# VHI Company Scheme query.



## IsleOfMan (9 Jul 2009)

My wife took a voluntary redundancy package from the company where she worked. She was quarter way through her company paid for VHI scheme at the time of her departure. Is it normal for the company to cancel her membership to the scheme from the date of her departure or do some companies let the scheme run for the employee until it's end date?

I rang the VHI about this and was given the answer that some do and some don't.

The problem my wife has is that she got a letter from the VHI six months after she resigned from her company saying that she was six months in arrears of her payment and that if she didn'y pay up they were going to cancel her membership.

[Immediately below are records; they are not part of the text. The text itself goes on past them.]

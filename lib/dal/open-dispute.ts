import 'server-only';
import { and, asc, eq, inArray, ne, sql } from 'drizzle-orm';
import type { z } from 'zod';
import type { Db } from '@/db/client';
import { delivery, disputeCase, intakeResult, organisation, sample, schemeRules } from '@/db/schema';
import type { Actor } from '@/lib/auth/actor';
import { assertCan } from '@/lib/auth/session';
import { recordAudit } from '@/lib/audit/record';
import { openDisputeSchema } from '@/lib/cases/schemas';
import { AppError, invalidInput } from '@/lib/errors';
import { formatDateTime } from '@/lib/format/dates';
import { notifyCase } from '@/lib/mail/case-mails';
import { mailAfterCommit } from '@/lib/mail/outbox';
import { rulesInForce } from './rules';

const CASE_NUMBER_LOCK = 0x43534e4f; // "CSNO": one writer at a time picks the next number of a year

export type OpenDisputeInput = z.input<typeof openDisputeSchema>;

/** A supplier contests one of its rejected or deducted intake results while the contest window is open. */
export async function openDispute(db: Db, actor: Actor, rawInput: unknown, context: { origin?: string; now?: Date } = {}) {
  assertCan(actor, 'case', 'open');
  const parsed = openDisputeSchema.safeParse(rawInput);
  if (!parsed.success) throw invalidInput(parsed.error);
  const input = parsed.data;
  const now = context.now ?? new Date();

  const created = await db.transaction(async (tx) => {
    const [result] = await tx
      .select({
        id: intakeResult.id,
        deliveryId: intakeResult.deliveryId,
        deliveryReference: delivery.reference,
        farmId: delivery.farmId,
        deliveredAt: delivery.receivedAt,
        verdict: intakeResult.verdict,
        notifiedAt: intakeResult.notifiedAt,
        supersededAt: intakeResult.supersededAt,
        contestHours: sql<number>`(${schemeRules.rules}->'deadlines'->>'contestHours')::int`,
        supplierOrganisationId: delivery.supplierOrganisationId,
        plantOrganisationId: delivery.plantOrganisationId,
      })
      .from(intakeResult)
      .innerJoin(delivery, eq(delivery.id, intakeResult.deliveryId))
      .innerJoin(schemeRules, eq(schemeRules.id, intakeResult.rulesVersionId))
      .where(and(eq(intakeResult.id, input.intakeResultId), eq(delivery.supplierOrganisationId, actor.organisationId)))
      .for('update', { of: intakeResult });
    if (!result) throw new AppError('not_found', 'That delivery result was not found.');
    if (result.supersededAt) throw new AppError('conflict', 'This result has been corrected since; contest the corrected result instead.');
    if (result.verdict === 'accepted') throw new AppError('conflict', 'This delivery was accepted; only a rejection or a deduction can be contested.');
    if (!result.notifiedAt) throw new AppError('conflict', 'You have not been told of this result yet, so the contest window has not opened.');
    const closesAt = new Date(result.notifiedAt.getTime() + result.contestHours * 3_600_000);
    if (now.getTime() > closesAt.getTime()) {
      throw new AppError('conflict', `The contest window for this result closed on ${formatDateTime(closesAt)}; it can no longer be disputed here.`);
    }
    const [live] = await tx.select({ number: disputeCase.number }).from(disputeCase).where(and(eq(disputeCase.intakeResultId, result.id), ne(disputeCase.status, 'withdrawn')));
    if (live) throw new AppError('conflict', `This result is already disputed in ${live.number}.`);

    const [board] = await tx.select({ id: organisation.id }).from(organisation).where(eq(organisation.kind, 'board')).orderBy(asc(organisation.createdAt)).limit(1);
    if (!board) throw new AppError('unavailable', 'No arbitration board is set up yet; ask the scheme’s administrator.');
    const rules = await rulesInForce(tx, now);
    if (!rules) throw new AppError('unavailable', 'No scheme rules are in force; ask the scheme’s administrator.');
    const [retained] = await tx.select({ sampledAt: sample.sampledAt }).from(sample).where(and(eq(sample.deliveryId, result.deliveryId), inArray(sample.kind, ['retained', 'counter']))).limit(1);

    const year = now.getUTCFullYear();
    await tx.execute(sql`select pg_advisory_xact_lock(${CASE_NUMBER_LOCK}, ${year})`);
    const [{ next }] = await tx.select({ next: sql<number>`coalesce(max(${disputeCase.sequence}), 0) + 1` }).from(disputeCase).where(eq(disputeCase.year, year));
    const sequence = Number(next);
    const number = `CS-${year}-${String(sequence).padStart(4, '0')}`;
    const [row] = await tx
      .insert(disputeCase)
      .values({
        number,
        year,
        sequence,
        deliveryId: result.deliveryId,
        deliveryReference: result.deliveryReference,
        farmId: result.farmId,
        deliveredAt: result.deliveredAt,
        intakeResultId: result.id,
        supplierOrganisationId: result.supplierOrganisationId,
        plantOrganisationId: result.plantOrganisationId,
        boardOrganisationId: board.id,
        rulesVersionId: rules.id,
        status: 'open',
        grounds: input.grounds,
        explanation: input.explanation,
        remedy: input.remedy,
        openedBy: actor.userId,
        openedAt: now,
        dispatchDueAt: new Date(now.getTime() + rules.rules.deadlines.dispatchHours * 3_600_000),
        sampleValidUntil: retained ? new Date(retained.sampledAt.getTime() + rules.rules.sample.validHours * 3_600_000) : null,
        updatedAt: now,
      })
      .returning();
    await recordAudit(tx, { actorUserId: actor.userId, actorOrganisationId: actor.organisationId, origin: context.origin, at: now }, {
      action: 'case.opened',
      objectType: 'case',
      objectId: row.id,
      caseId: row.id,
      change: { number, status: 'open' },
    });
    await notifyCase(tx, row, ['plant', 'board'], {
      template: 'case-opened',
      subject: 'a supplier contests an intake result',
      headline: `${actor.organisationName} contests an intake result in ${row.number}.`,
      lines: ['The plant laboratory completes its side and dispatches the retained sample to the referee laboratory.', `Dispatch due by ${formatDateTime(row.dispatchDueAt!)}.`],
    });
    return row;
  });

  await mailAfterCommit();
  return created;
}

Her company never advised her either way.


----------



## NovaFlare77 (9 Jul 2009)

From my time working in BUPA, it would be standard practice for a company to cancel an employee's company paid membership once the person left and I imagine it would be similar for VHI company group schemes as well. Ultimately, it's a decision for the company to make, subject to the contract of employment, with perhaps some input from the employee if they were in a high enough position (e.g. making it a term of the redundancy package).

Regarding the letter from VHI, from reading other threads, it seems that it's VHI practice to continue the policy on an individual basis, but I'm not sure how or if they inform the member of this.

What your wife should do is contact VHI, inform them she wishes to keep her membership, but that because VHI never informed her of her options, she feels it's unfair to pay 6 months of membership. Bargain them down to the last three. This is important as three months (or 13 weeks to be exact) is the longest length of time she can have no cover before having to serve waiting periods again. So if her policy was cancelled on say 1st January 2009, if she agrees to rejoin from 2nd April and pay from that date then VHI legally have to recognise the previous membership.

Alternatively, if the pre-existing waiting and/or maternity waiting periods aren't an issue, then she should just rejoin form now and ask them to waive the initial waiting period. VHI used to do that quite frequently, but I'm not sure if that's still the case.


----------



## IsleOfMan (10 Jul 2009)

Thanks NovaFlare77. We tried the above with the VHI. We said that if they had advised us sooner instead of waiting 6 months to tell us we could have moved to one of the other health insurers without penalty but because they kept us waiting six months before telling us we had only one option and that was to stay with VHI.

They came back and said that her employer had only informed them a couple of weeks previously (apparently it took nearly 6 months for her employer to update their records with the VHI, according to the VHI)  so they weren't to know that she was no longer in the group scheme.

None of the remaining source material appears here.